We meet in Slussen, a posh side of Stockholm, dotted with boutique shops, and traversed by men in red sneakers and women in artisanal clothing. “If you have the Taliban on one side, then on the other you have Slussen,” says Jens Lapidus. It is a catchy statement and one that sets up the world in extremes. If the Taliban with its draconian regime exists on the extreme right, then on the other side you have neighbourhoods of Sweden, such as this, where inclusion and freedom are lived principles. Here everyone is decidedly equal. Lapidus, father of children aged seven, five and two, says that here you will be greeted with disdain if you dare keep a nanny or even hire help to spring clean.

Forty-year-old Lapidus however is not interested in this all-too-perfect face — which the rest of the world looks up to with equal disbelief and aspiration — of Sweden. As a criminal defence lawyer and crime fiction writer, the world of drugs, the psyche of the mafia, the posterior of a city intrigue him more. If Stockholm is one of the safest capitals in the world, Lapidus says it is also one of the most segregated. “If you are in Slussen you will see mostly ethnically Swedish people. But if you take the tube and get off eight stations south or nine stations north you will think you are in Somalia or the Middle East. Stockholm is built on islands. You are either on the island or outside the island. The boundaries are very clear — because of water — socially and psychologically,” he says, slowly sipping his coffee.

Author of the Stockholm Noir Trilogy , Lapidus in his profession and his fiction, delves into worlds that seem un-Scandinavian to the outside world. In Easy Money (2006), the first part of the trilogy, he lays bare the anatomy of the criminal world, and not merely the crime. The book is abrasive with cusses, dizzy with action and descriptions of “the rings that divided and ruled the city… the movement of money involving placement, concealment and laundry.” But it is also deeply invested in its characters — JW the social climber, Mrado the crazed Serbian thug and Jorge, a Latino convict on the run.

And that is the biggest strength of Lapidus. He knows his characters. Not by pilfering the traits and personalities of his clients, but by probing the question ‘why do people choose crime?’ In interview after interview, he has recounted the exact incident that sparked off his writing career. Three young men had been accused of armed robbery and were facing long prison sentences. At the end of the trial, the judge asked them, “Where do you see yourself in five years?” He wanted to check whether they envisioned themselves as upright citizens. Instead of answering they stood up in their chairs and guards had to hold them down. They said, “You don’t understand anything. This is the only way to live a life.”

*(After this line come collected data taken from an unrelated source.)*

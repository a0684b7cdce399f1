import { createI18n } from 'vue-i18n';
import en from './locales/en.json';

export type MessageSchema = typeof en;

declare module 'vue-i18n' {
  // Typed message keys for `t()` everywhere.
  // eslint-disable-next-line @typescript-eslint/no-empty-object-type
  export interface DefineLocaleMessage extends MessageSchema {}
}

export const i18n = createI18n<[MessageSchema], 'en', false>({
  legacy: false,
  locale: 'en',
  fallbackLocale: 'en',
  messages: { en },
});
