import { createApp } from 'vue';
import { z } from 'zod';
import { createPinia } from 'pinia';
import { VueQueryPlugin } from '@tanstack/vue-query';
import '@fontsource/open-sans/400.css';
import '@fontsource/open-sans/600.css';
import '@fontsource/open-sans/700.css';
import './styles/theme.css';
import './styles/base.css';
import './styles/lists.css';
import App from './App.vue';
import { queryClient } from './api/queryClient';
import { i18n } from './i18n';
import { router } from './router';

// The CSP allows no eval: tell zod not to probe for it (the probe is reported as a violation).
z.config({ jitless: true });

createApp(App).use(createPinia()).use(router).use(i18n).use(VueQueryPlugin, { queryClient }).mount('#app');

For Lapidus the judge’s incomprehension smacked of society’s ignorance about the crime world. That night he got home and started writing. He explains, “I go to my job at nine in the morning, they go at nine at night. They commit crime. This is something they choose. This is how they make their living. These are normal people in some sense…”

Lapidus ‘normalises’ the criminals of his world by giving them rich family lives. In Easy Money , if JW is obsessed with finding his missing sister Camilla, then Mrado is desperate to get custody of his daughter. These people might be moving cocaine and smashing skulls against sinks, but they are also vulnerable to the pulls of family and home.

This emphasis on character is also Lapidus’s method to move away from the typical crime fiction trope. He says, “I wanted to take the Scandinavian (crime fiction) tradition and turn it 180 degrees.” There are no cops in his books. These aren’t whodunits premised on discovering the murder and motive. Instead they capture the conflagration when different worlds collide. Sweden, Lapidus elaborates, is a society that believes in status quo. Unlike in the US, where people climb up and down the social ladder, in Sweden — “you stay where you belong”. Characters such as JW in Easy Money fascinate him as they attempt to “create a camouflage, to fit in…and be accepted.”

But Lapidus isn’t one to pick apart philosophical questions with his clients. His personal understanding of justice is legal rather than moral. He makes very clear: “the courts should not and are not interested in justice or truth. Courts deal with what can be proved… Being a defence lawyer you defend this system. And this system is supposed to be a just system.” His lawyerly ability to stay clear of judgements is probably why he is a popular writer amongst the underworld. His books are also the most borrowed in the prison library system. An undercover cop, working mainly on drugs, once told him that every time they made a bust, or broke into a house with a warrant of a gang member in south Stockholm they would find two things — the poster of Al Pacino from Scarface on the wall and one of his books on the shelf. This troubled Lapidus because he does not wish to be accused of glamourising violence. What he is guilty of is being authentic to details and true to life. And if his reader, sitting in his/her armchair, feels empathy for his characters then he believes he has succeeded as a writer.

(The author was in Stockholm on the invitation of the Swedish Institute.)